SUPPLIED DATA.

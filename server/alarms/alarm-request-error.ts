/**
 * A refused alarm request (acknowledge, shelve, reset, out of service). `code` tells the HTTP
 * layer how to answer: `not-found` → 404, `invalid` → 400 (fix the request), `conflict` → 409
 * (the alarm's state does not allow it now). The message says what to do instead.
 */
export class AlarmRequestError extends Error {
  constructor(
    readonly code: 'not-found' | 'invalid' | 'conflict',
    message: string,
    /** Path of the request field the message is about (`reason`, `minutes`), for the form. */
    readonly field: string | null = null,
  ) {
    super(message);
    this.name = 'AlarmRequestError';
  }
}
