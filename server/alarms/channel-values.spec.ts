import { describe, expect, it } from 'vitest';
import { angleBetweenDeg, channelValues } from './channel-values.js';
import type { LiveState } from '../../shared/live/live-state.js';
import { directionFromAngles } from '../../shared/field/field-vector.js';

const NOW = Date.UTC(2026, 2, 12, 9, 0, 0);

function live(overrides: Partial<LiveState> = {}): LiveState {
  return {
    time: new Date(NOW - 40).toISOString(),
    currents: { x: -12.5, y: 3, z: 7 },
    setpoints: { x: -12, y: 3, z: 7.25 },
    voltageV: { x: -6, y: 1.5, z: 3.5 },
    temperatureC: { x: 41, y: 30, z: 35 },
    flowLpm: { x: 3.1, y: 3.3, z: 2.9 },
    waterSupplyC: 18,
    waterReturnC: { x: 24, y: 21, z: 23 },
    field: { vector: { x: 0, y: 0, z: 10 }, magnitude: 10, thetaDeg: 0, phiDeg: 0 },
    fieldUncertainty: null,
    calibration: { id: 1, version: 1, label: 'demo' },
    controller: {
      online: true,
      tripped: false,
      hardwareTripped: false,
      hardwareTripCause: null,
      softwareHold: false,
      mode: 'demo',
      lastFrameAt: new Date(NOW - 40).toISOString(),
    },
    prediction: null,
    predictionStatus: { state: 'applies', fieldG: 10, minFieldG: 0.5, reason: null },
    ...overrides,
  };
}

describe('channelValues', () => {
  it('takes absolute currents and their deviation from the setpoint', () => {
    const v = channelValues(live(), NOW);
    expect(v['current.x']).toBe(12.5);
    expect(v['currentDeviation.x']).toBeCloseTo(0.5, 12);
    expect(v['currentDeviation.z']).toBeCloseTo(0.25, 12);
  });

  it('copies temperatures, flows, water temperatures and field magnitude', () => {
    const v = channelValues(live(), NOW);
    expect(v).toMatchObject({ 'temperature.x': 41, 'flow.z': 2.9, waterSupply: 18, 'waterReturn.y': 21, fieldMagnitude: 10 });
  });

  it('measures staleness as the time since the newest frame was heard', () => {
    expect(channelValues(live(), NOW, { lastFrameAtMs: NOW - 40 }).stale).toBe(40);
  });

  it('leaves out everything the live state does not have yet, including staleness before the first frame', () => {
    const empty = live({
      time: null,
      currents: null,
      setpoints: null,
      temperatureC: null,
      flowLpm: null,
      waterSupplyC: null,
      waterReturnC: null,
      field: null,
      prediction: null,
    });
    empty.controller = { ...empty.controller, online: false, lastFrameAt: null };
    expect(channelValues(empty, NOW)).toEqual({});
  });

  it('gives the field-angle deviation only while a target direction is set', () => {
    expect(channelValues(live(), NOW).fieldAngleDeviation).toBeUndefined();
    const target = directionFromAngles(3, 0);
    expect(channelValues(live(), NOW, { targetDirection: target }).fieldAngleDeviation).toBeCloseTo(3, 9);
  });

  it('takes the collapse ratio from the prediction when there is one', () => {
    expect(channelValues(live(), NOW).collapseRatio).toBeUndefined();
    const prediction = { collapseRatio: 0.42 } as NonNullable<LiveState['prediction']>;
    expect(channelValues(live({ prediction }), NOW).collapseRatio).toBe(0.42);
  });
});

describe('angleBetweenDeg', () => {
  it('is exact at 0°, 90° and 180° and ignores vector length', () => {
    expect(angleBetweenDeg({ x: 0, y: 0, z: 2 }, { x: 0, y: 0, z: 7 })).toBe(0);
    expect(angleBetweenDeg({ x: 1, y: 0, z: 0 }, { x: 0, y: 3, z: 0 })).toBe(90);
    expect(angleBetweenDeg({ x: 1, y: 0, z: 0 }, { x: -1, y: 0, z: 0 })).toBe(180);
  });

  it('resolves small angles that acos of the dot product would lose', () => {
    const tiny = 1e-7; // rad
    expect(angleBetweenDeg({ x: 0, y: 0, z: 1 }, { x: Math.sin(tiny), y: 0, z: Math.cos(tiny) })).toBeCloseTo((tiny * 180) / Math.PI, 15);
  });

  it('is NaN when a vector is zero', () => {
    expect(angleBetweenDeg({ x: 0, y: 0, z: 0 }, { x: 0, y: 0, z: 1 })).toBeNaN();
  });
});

TASK TO CARRY OUT. Count the lines of the listing above that include the word "found" and state the total with nothing else.

ANSWER AREA. 2